Observers were asked to discriminate the orientation of one of two Gabor patches (
Figure 1). Each observer completed two sessions of each spatial location condition, resulting in six sessions per observer. Location sessions were performed in a random order. Each session consisted of five 64-trial blocks for a total of 320 trials, 1920 trials per participant. Trial order per block was counterbalanced to result in an equal number of trials per precue, target, and orientation.
At the start of each trial, an auditory precue was presented 1000 ms before the first target. It was either a valid cue, indicating which target (T1: 1300 Hz or T2: 250 Hz) to attend to, or an uninformative, neutral auditory precue (T1 and T2) with the two tones together. Two targets were presented serially for 30 ms at the same target location, separated by a stimulus onset asynchrony of 250 ms. A response-cue, 500 ms after the last stimulus presentation, informed the observer of which target orientation to report. For valid trials, the response-cue indicated the same target that the precue signaled, and on neutral trials, the response-cue indicated either T1 (high tone: 1300 Hz) or T2 (low tone: 250 Hz), with equal probability. Observers reported the tilt of the response-cued target with a key press (1: counter-clockwise, 2: clockwise). In neutral trials, the temporal precue indicated that the target was equally likely to be in the first or second interval and the response-cue indicated the interval containing the target whose orientation the participant had to report. To reduce speed-accuracy tradeoffs, observers were asked not to respond until the go-cue (1500 ms after response-cue offset) would be displayed, in which the fixation cross changed from white to gray. The response time period itself was unlimited. At the end of each trial, after each response, observers received feedback: a green plus sign for correct and red minus sign for incorrect responses. Block-level feedback was also provided, with percent correct for that block, to inform participants of their overall performance. Additionally, block-level performance was informative to the experimenter to confirm that the tiltrated threshold (and adjusted threshold, thereafter) would yield ∼75% performance.

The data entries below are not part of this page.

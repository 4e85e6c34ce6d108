import type { Px } from '@/lib/geometry';
import { begin } from './begin';
import { inkReader } from './ink';
import { paletteOf, type InkVector } from './palette';
import { paperOf, type Paper } from './paper';
import { piecesOf } from './pieces';
import { seedAt } from './seed';
import { smoothed } from './smooth';
import { track, type Seen } from './track';
import type { Bounds, Followed, Raster } from './types';

interface Known {
  readonly paper: Paper;
  readonly palette: readonly InkVector[];
}

/** What is measured once for a picture, kept as long as its pixels are. */
const pictures = new WeakMap<Raster['rgb'], Known>();

function known(picture: Raster): Known {
  const before = pictures.get(picture.rgb);
  if (before) return before;
  const paper = paperOf(picture);
  const about = { paper, palette: paletteOf(picture, paper) };
  pictures.set(picture.rgb, about);
  return about;
}

export interface FollowOptions {
  readonly through?: readonly Px[] | undefined;
  readonly bounds?: Bounds | undefined;
}

export function stepsFrom(picture: Raster, start: Px): Seen[] | null {
  const { paper, palette } = known(picture);
  const seed = seedAt(picture, paper, start);
  if (!seed) return null;
  const reader = inkReader(picture, paper, palette, seed.ink, seed.strayness);
  const begun = begin(picture, reader, seed);
  if (!begun) return null;
  const { line, steps, heading } = begun;
  const ahead = track(line, steps, heading);
  const back = track(line, [...steps, ...ahead].reverse(), { mode: heading.mode, sign: -1 });
  return [...back.reverse(), ...steps, ...ahead];
}

export function followLine(picture: Raster, start: Px, _options: FollowOptions = {}): Followed {
  const steps = stepsFrom(picture, start);
  if (!steps || steps.length < 4) return { ok: false, message: 'There is no line within 6 pixels of this place: start on the line itself.' };
  const { v } = smoothed(steps);
  return { ok: true, ...piecesOf(steps, v) };
}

To accurately compare attentional effects among visual field locations, discriminability was matched across the three tested locations for each observer. Before each experimental session, an adaptive staircase (three-up/one-down thresholding staircase) procedure was used to titrate discrimination accuracy to 75% on neutral trials, independently per target (T1 and T2) and location (fovea, RHM, or UVM) resulting in six thresholds (80 trials per threshold). Each session began with the titrated threshold, and the threshold was adjusted per block as needed to ensure the same accuracy across the experiment. To familiarize observers with the task and target timing, each observer performed two training sessions of one hour at an experimentally irrelevant location (lower right quadrant) on neutral trials.